- Born: June 14, 1958 New York City, New York, US
- Died: August 3, 2014 (aged 56) St. Petersburg, Florida, US
- Genres: Jazz
- Occupation: Musician
- Instrument: Piano
- Years active: 1970s–2010s

= Kenny Drew Jr. =

American jazz pianist (1958–2014)

Kenny Drew Jr. (June 14, 1958 – August 3, 2014) was an American jazz pianist. His music is known for its hard-swinging bluesy sound and large, two-handed rooty chords contrasting with fast runs. The son of jazz pianist Kenny Drew, he did not credit his father as an influence.

==Biography==
His initial study was in classical music with his aunt and grandmother. In his teens he became interested in jazz and pop, but initially worked in funk bands. Later he went into jazz piano and in 1990 won The Great American Jazz Piano Competition in Jacksonville, Florida. Drew continued to perform jazz, but he also performed some chamber music. His style has some similarities to his father's, but is different enough to generally avoid comparison; he was considered the more eclectic of the two men.
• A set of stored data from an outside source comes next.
//! Long work (flights, surface maps, interpolated-field builds) off the Python thread.
//!
//! The work runs on a worker thread (which uses rayon's pool as the command line does) while the
//! calling Python thread waits with the GIL released. Every [`POLL`] it takes the GIL back to
//! run pending signal handlers (`Ctrl+C`) and to call the progress callback with the latest
//! figures, so callbacks always run on the Python thread that called. A `KeyboardInterrupt` (or
//! any exception raised by the callback) sets the workflow's cancel flag, waits until the
//! workers have stopped, and is then raised: nothing keeps running behind the caller's back.

use std::panic::AssertUnwindSafe;
use std::sync::atomic::{AtomicBool, Ordering};
use std::sync::{Arc, Condvar, Mutex};
use std::time::Duration;

use pyo3::prelude::*;
use spinfall_workflow::WorkflowError;
use spinfall_workflow::field_cache::BuildHooks;

use crate::errors::{invalid, to_py};

/// How often the waiting Python thread checks for signals and progress.
pub const POLL: Duration = Duration::from_millis(25);

/// What a job reports: its stage, and how far it is.
#[derive(Debug, Clone, Copy, PartialEq, Eq)]
struct Progress {
    stage: &'static str,
    done: usize,
    total: usize,
}

/// The shared state of one background job: its cancel flag, latest progress, warnings and
/// whether it has ended.
#[derive(Default)]
pub struct Job {
    cancel: AtomicBool,
    progress: Mutex<Option<Progress>>,
    warnings: Mutex<Vec<String>>,
    ended: Mutex<bool>,
    ended_signal: Condvar,
}

impl Job {
    /// The cancel flag the workflow polls.
    pub fn cancel(&self) -> &AtomicBool {
        &self.cancel
    }

    /// Records progress: `done` of `total` in `stage` (shown to the callback at the next poll).
    pub fn report(&self, stage: &'static str, done: usize, total: usize) {
        if let Ok(mut p) = self.progress.lock() {
            *p = Some(Progress { stage, done, total });
        }
    }

    /// Records a warning that does not stop the work (raised as a Python warning afterwards).
    pub fn warn(&self, warning: String) {
        if let Ok(mut w) = self.warnings.lock() {
            w.push(warning);
        }
    }

    /// Hooks of an interpolated field's build: progress as stage `"field"` (cells done of the
    /// current octree level), this job's cancel flag, warnings kept.
    pub fn build_hooks(&self) -> BuildHooks<'_> {
        BuildHooks {
            progress: Box::new(|p| self.report("field", p.cells_done, p.cells_in_level)),
            cancel: &self.cancel,
            warn: Box::new(|w| self.warn(w)),
        }
    }

    fn latest(&self) -> Option<Progress> {
        self.progress.lock().ok().and_then(|p| *p)
    }

    fn take_warnings(&self) -> Vec<String> {
        self.warnings
            .lock()
            .map(|mut w| std::mem::take(&mut *w))
            .unwrap_or_default()
    }

    fn mark_ended(&self) {
        if let Ok(mut ended) = self.ended.lock() {
            *ended = true;
        }
        self.ended_signal.notify_all();
    }

    /// Waits up to `timeout` for the end; whether the job has ended.
    fn wait_end(&self, timeout: Duration) -> bool {
        let Ok(ended) = self.ended.lock() else {
            return true;
        };
        match self
            .ended_signal
            .wait_timeout_while(ended, timeout, |ended| !*ended)
        {
            Ok((ended, _)) => *ended,
            Err(_) => true,
        }
    }
}

/// Runs `work` on a worker thread while this Python thread waits with the GIL released,
/// calling `progress(stage, done, total)` from this thread when the figures change and
/// honouring `Ctrl+C` (see the module docs). Warnings the work recorded are raised as
/// `spinfall.SpinfallWarning`s at the end.
///
/// # Errors
/// The work's error (mapped by [`to_py`]), `KeyboardInterrupt` after a `Ctrl+C`, whatever the
/// callback raised, or `SpinfallError` if the worker panicked (a defect; the message says so).
pub fn run_in_background<T, W>(
    py: Python<'_>,
    progress: Option<&Bound<'_, PyAny>>,
    work: W,
) -> PyResult<T>
where
    T: Send + 'static,
    W: FnOnce(&Job) -> Result<T, WorkflowError> + Send + 'static,
{
    let job = Arc::new(Job::default());
    let worker_job = Arc::clone(&job);
    let handle = std::thread::Builder::new()
        .name("spinfall-worker".into())
        .spawn(move || {
            let out = std::panic::catch_unwind(AssertUnwindSafe(|| work(&worker_job)));
            worker_job.mark_ended();
            out
        })
        .map_err(|e| invalid(format!("cannot start a worker thread: {e}")))?;
    let mut shown: Option<Progress> = None;
    loop {
        let ended = py.detach(|| job.wait_end(POLL));
        let stop = match py.check_signals() {
            Err(e) => Some(e),
            Ok(()) => show_progress(progress, &job, &mut shown).err(),
        };
        if let Some(err) = stop {
            job.cancel.store(true, Ordering::Relaxed);
            // Wait for the workers: the cancel flag stops them within a step or a cell.
            let _ = py.detach(|| handle.join());
            return Err(err);
        }
        if ended {
            break;
        }
    }
    let out = py.detach(|| handle.join());
    for w in job.take_warnings() {
        crate::warn(py, &w)?;
    }
    match out {
        Ok(Ok(result)) => result.map_err(to_py),
        Ok(Err(panic)) | Err(panic) => Err(invalid(format!(
            "internal error (please report it): the worker stopped with a panic: {}",
            panic_text(&*panic)
        ))),
    }
}

/// Calls the progress callback when the figures changed since the last call.
fn show_progress(
    callback: Option<&Bound<'_, PyAny>>,
    job: &Job,
    shown: &mut Option<Progress>,
) -> PyResult<()> {
    let (Some(callback), Some(latest)) = (callback, job.latest()) else {
        return Ok(());
    };
    if *shown != Some(latest) {
        *shown = Some(latest);
        callback.call1((latest.stage, latest.done, latest.total))?;
    }
    Ok(())
}

/// The text of a panic's payload.
fn panic_text(payload: &(dyn std::any::Any + Send)) -> String {
    if let Some(s) = payload.downcast_ref::<&str>() {
        (*s).to_string()
    } else if let Some(s) = payload.downcast_ref::<String>() {
        s.clone()
    } else {
        "(no message)".into()
    }
}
Drew attended Iona College in New Rochelle, New York, for a period during 1977 to 1978. There, he became pianist for the Iona College Singers, an entertainment troop promoting the college's name and goodwill among local high schools, retirement homes and the like in the Northeast region of the US.

Drew cited Thelonious Monk as an influence and like Monk often recorded (and performed) solo.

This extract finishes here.